1) Je démissionne 2) Récompensez-moi!

teddysJ’adore ces vieilles expressions:  « Il est parti sans demander son reste, »  par exemple. Vous savez que cela signifie que la personne a quitté son travail sans demander qu’on lui verse la portion de salaire qu’on lui devait pour les jours écoulés depuis sa dernière paye.

Malheureusement, aujourd’hui, cette pratique est en voie de disparition. Au contraire, il arrive que les démissionnaires réclament un dédommagement pour leur décision de partir. On l’a vu notamment dans le cas d’Henri-Paul Rousseau et de barons d’industrie. C’est prévu  dans leur contrat d’embauche. C’est la clause où l’employeur averti a indiqué : By the way, si tu es tanné ou tu as une meilleure offre ailleurs, on te récompensera quand tu nous lâcheras ! (Bon, ce ne sont pas les termes légaux exacts, mais le sens y est.)

Depuis quelque temps, la Ligue des contribuables du Québec, un groupe auto-proclamé qui compte environ 500 personnes sur sa liste d’envoi, mais qui a droit à son opinion, soulève une question connexe. Les députés qui quittent leur charge en cours de mandat ne sont certes pas récompensés pour le faire. Mais devraient-ils être pénalisés (comme les chômeurs volontaires qui ont moins de droit que les autres) ?

Dans le choix de ses Gloutons d’or 2009, remis le 31 janvier, la Ligue désigne la Caisse de dépôt pour les pertes et les primes de départ, puis la ville de Montréal pour la gabegie des contrats (Glouton d’argent), puis finalement les députés démissionnaires des années 2008 et 2009 :

Le Glouton de bronze est remis aux onze députés qui ont démissionné quelques mois seulement après l’une ou l’autre des élections générales qui ont eu lieu au Québec depuis deux ans. Ils ont eu droit à des allocations de transition variant entre 98 000 $ et 146 000 $, en plus de forcer la tenue de neuf élections partielles. La facture globale pour les contribuables s’élève à 6,5 millions de dollars.
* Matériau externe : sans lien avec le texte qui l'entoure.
"""Writing and reading fleetsim's output folders and files, all or nothing.

:mod:`.folders`: the marker, the checks on a target folder, the atomic swap, leftovers;
:mod:`.files`: single files written atomically, safe file names, CSV escaping;
:mod:`.run`: a run folder's files (:func:`write_run`, :func:`read_summary`). The names
below are re-exported here, so ``from fleetsim.output import write_run`` keeps working.
"""

from .files import (
    PARTIAL,
    SAFE_NAME_LENGTH,
    atomic_save,
    atomic_text,
    csv_frame,
    escape_cell,
    inside,
    safe_name,
    unescape_cell,
    unescape_frame,
    write_csv,
)
from .folders import KINDS, MARKER, atomic_folder, check_target, claim_study, clean_leftovers, marker_text, read_marker
from .run import WORKLOADS, event_frame, read_summary, write_run

__all__ = [
    "write_run", "atomic_folder", "atomic_text", "atomic_save", "event_frame", "read_summary", "PARTIAL",
    "MARKER", "KINDS", "read_marker", "marker_text", "check_target", "claim_study", "clean_leftovers",
    "safe_name", "SAFE_NAME_LENGTH", "inside", "escape_cell", "unescape_cell", "csv_frame", "unescape_frame",
    "write_csv", "WORKLOADS",
]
« Ce genre de prime encourage en quelque sorte nos politiciens à démissionner avant la fin de leur mandat, fait remarquer Mme Claire Joly (Directrice générale de la Ligue). Il s’agit d’une pratique de rémunération absurde qui n’existe pas dans le secteur privé. Par contre, de telles allocations semblent assez répandues dans le secteur public. Elles devraient être abolies ».

Cela tombe bien, l’Assemblée nationale est saisie d’un projet de loi de réforme électorale. Le moment serait bien choisi d’introduire une disposition réfléchie. Mon hypothèse de départ: cela peut varier, mais établissons qu’un mandat normal est de quatre ans, donc de 48 mois. C’est le temps pour lequel le député a été élu. S’il quitte ses fonctions après, disons, huit mois, faisons en sorte qu’il n’ait droit qu’à une fraction — 8/48 — de la prime de transition qu’il aurait obtenue s’il avait terminé son mandat. Cela pénaliserait cependant davantage les députés qui ont siégé plus longtemps, car leur prime est plus élevée. Il faudrait donc que cette soustraction s’applique à la portion de la prime accumulée au cours du mandat précédent du député.

Mais alors, que faire du député qui vient d’être élu pour une première fois, et qui quitte après quelques mois ? Le cas est rarissime. On pourrait alors prévoir une amende.

Je connais bien deux démissionnaires péquistes récents: François Legault et Camil Bouchard. Je ne leur en ai pas parlé, mais j’ai la conviction qu’ils n’auraient eu aucune objection à se conformer à cette règle.

On pourrait pousser plus loin et interdire les partielles en faisant désigner,  au moment de l’élection, un suppléant qui remplacerait le député en cas de décès ou de démission. Ou alors utiliser un processus de désignation d’un remplaçant, du même parti, pour terminer le mandat. Cela existe ici et là dans d’autres démocraties.

Je suis contre, car les partielles sont utiles. Elles permettent de vérifier la popularité du gouvernement et des oppositions, entre les élections. Elles donnent souvent un signal avant-coureur de l’évolution de l’électorat — comme lors de la montée de l’ADQ.

Mais ce serait à mon avis un cas où les députés feraient preuve d’un sens éthique — une valeur très recherchée ces temps-ci. Ah, un dernier point, ma réforme s’appliquerait évidemment aussi dans le cas de députés qui démissionnent à la suite de scandales… éthiques. Et toc !

Merci à l’alertinternaute François 1 pour ce signalement.